If mangrove ecosystems are able to raise their vertical profile faster than sea levels rise, non-permanence risk is likely to be reduced.¹¹ To assess the likelihood of this, we examine the availability of sediment to the site (which may be impeded through upstream land management such as dam building)¹², historical  sedimentation rates (where available), and the severity of other non-permanence risks which may limit the vertical growth of mangrove soils, or reverse it. For example, both flooding and increased nutrient availability have been demonstrated to limit root production in some circumstances, thereby reducing the contribution of roots to soil volume. Extreme weather events such as tropical storms can also reduce vertical elevation through induced mangrove mortality.¹³


Sea level rise varies regionally and can have substantial impacts on coastal ecosystems. Sea level change is of particular importance for Blue Carbon projects involved in mangrove restoration and conservation but affects all nature-based projects in coastal areas.
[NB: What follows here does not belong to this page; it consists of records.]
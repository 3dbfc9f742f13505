"""How long a fore- or after-period must be: one rule for the reduction and the guided live run.

Stated minimum (common practice, no source): a drift period needs at least ``MIN_PERIOD_POINTS``
readings (enough to fit a drift line and see its residual noise) spanning at least
``MIN_PERIOD_S`` seconds. Below that the run is refused. Between the minimum and
``FULL_PERIOD_S`` the run is reduced; its drift-fit rows come from the period's own readings
(fewer readings and a shorter lever arm give a larger u), and the boundary row moves the
boundaries only as far as the period allows (see ``boundary_shift``).

:func:`period_shortfall` is the one check; :func:`heatlog.report.guide.LiveGuide` uses the same
function, so its "enough baseline" signal agrees with what ``reduce_thermogram`` accepts.
"""

from __future__ import annotations

import numpy as np

MIN_PERIOD_S = 30.0
MIN_PERIOD_POINTS = 12
#: A period this long is "long" (the old fixed requirement); shorter ones get a note.
FULL_PERIOD_S = 120.0


def period_shortfall(t: np.ndarray, lo: float, hi: float, what: str) -> str | None:
    """None when the readings in [lo, hi] make a usable drift period, else why not (one clause).

    The message names the period, its span and reading count, and the stated minimum; it never
    quotes an empty or reversed span.
    """
    n = int(np.count_nonzero((t >= lo) & (t <= hi)))
    length = hi - lo
    if length >= MIN_PERIOD_S and n >= MIN_PERIOD_POINTS:
        return None
    if length <= 0:
        edge = "start" if what.startswith("fore") else "end"
        return (
            f"there is no {what}: the event reaches the {edge} of the log (a {what} needs at "
            f"least {MIN_PERIOD_S:.0f} s and {MIN_PERIOD_POINTS} readings)"
        )
    return (
        f"the {what} ({lo:.0f} s to {hi:.0f} s) lasts {length:.0f} s with {n} readings; it needs "
        f"at least {MIN_PERIOD_S:.0f} s and {MIN_PERIOD_POINTS} readings"
    )


def min_period_s(step_s: float) -> float:
    """The shortest usable period at a sampling step ``step_s``: both minimums met."""
    return max(MIN_PERIOD_S, (MIN_PERIOD_POINTS - 1) * max(step_s, 0.0))


def detector_window_s(step_s: float) -> float:
    """The event detector's smoothing window W at a sampling step (``events``, step 1)."""
    return max(60.0, 9.0 * max(step_s, 0.0))


def baseline_needed_s(step_s: float) -> float:
    """Readings before an event that always leave a usable fore-period.

    The detector's event start lies at most 1.5·W + 2h before the onset it detects (``events``
    step 4: walk back by at most W on the smoothed rate, then W/2 + 2h); what is left must meet
    the stated minimum. Most runs need less (the start is refined on the
    readings), so a run may be reduced with less baseline than this. Never below
    ``FULL_PERIOD_S``: the detector needs that much quiet drift before an event to tell the two
    apart reliably.
    """
    h = max(step_s, 0.0)
    return max(FULL_PERIOD_S, min_period_s(h) + 1.5 * detector_window_s(h) + 2.0 * h)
Taking a project-specific view to assess the risk from sea level change to carbon permanence is essential, as the impacts and subsequent risk to issuance will vary depending on the ecosystem context and the project’s carbon accounting.  At BeZero, we combine project-specific projections of sea level rise with detailed assessment of ecosystem resilience and information about risk mitigations by the project proponent to provide a thorough understanding of the non-permanence risk associated with sea level rise across sectors.


¹ https://www.ipcc.ch/srocc/chapter/summary-for-policymakers/

² https://agupubs.onlinelibrary.wiley.com/doi/pdfdirect/10.1002/2013EF000188

³ https://www.nature.com/articles/s41598-020-61136-6)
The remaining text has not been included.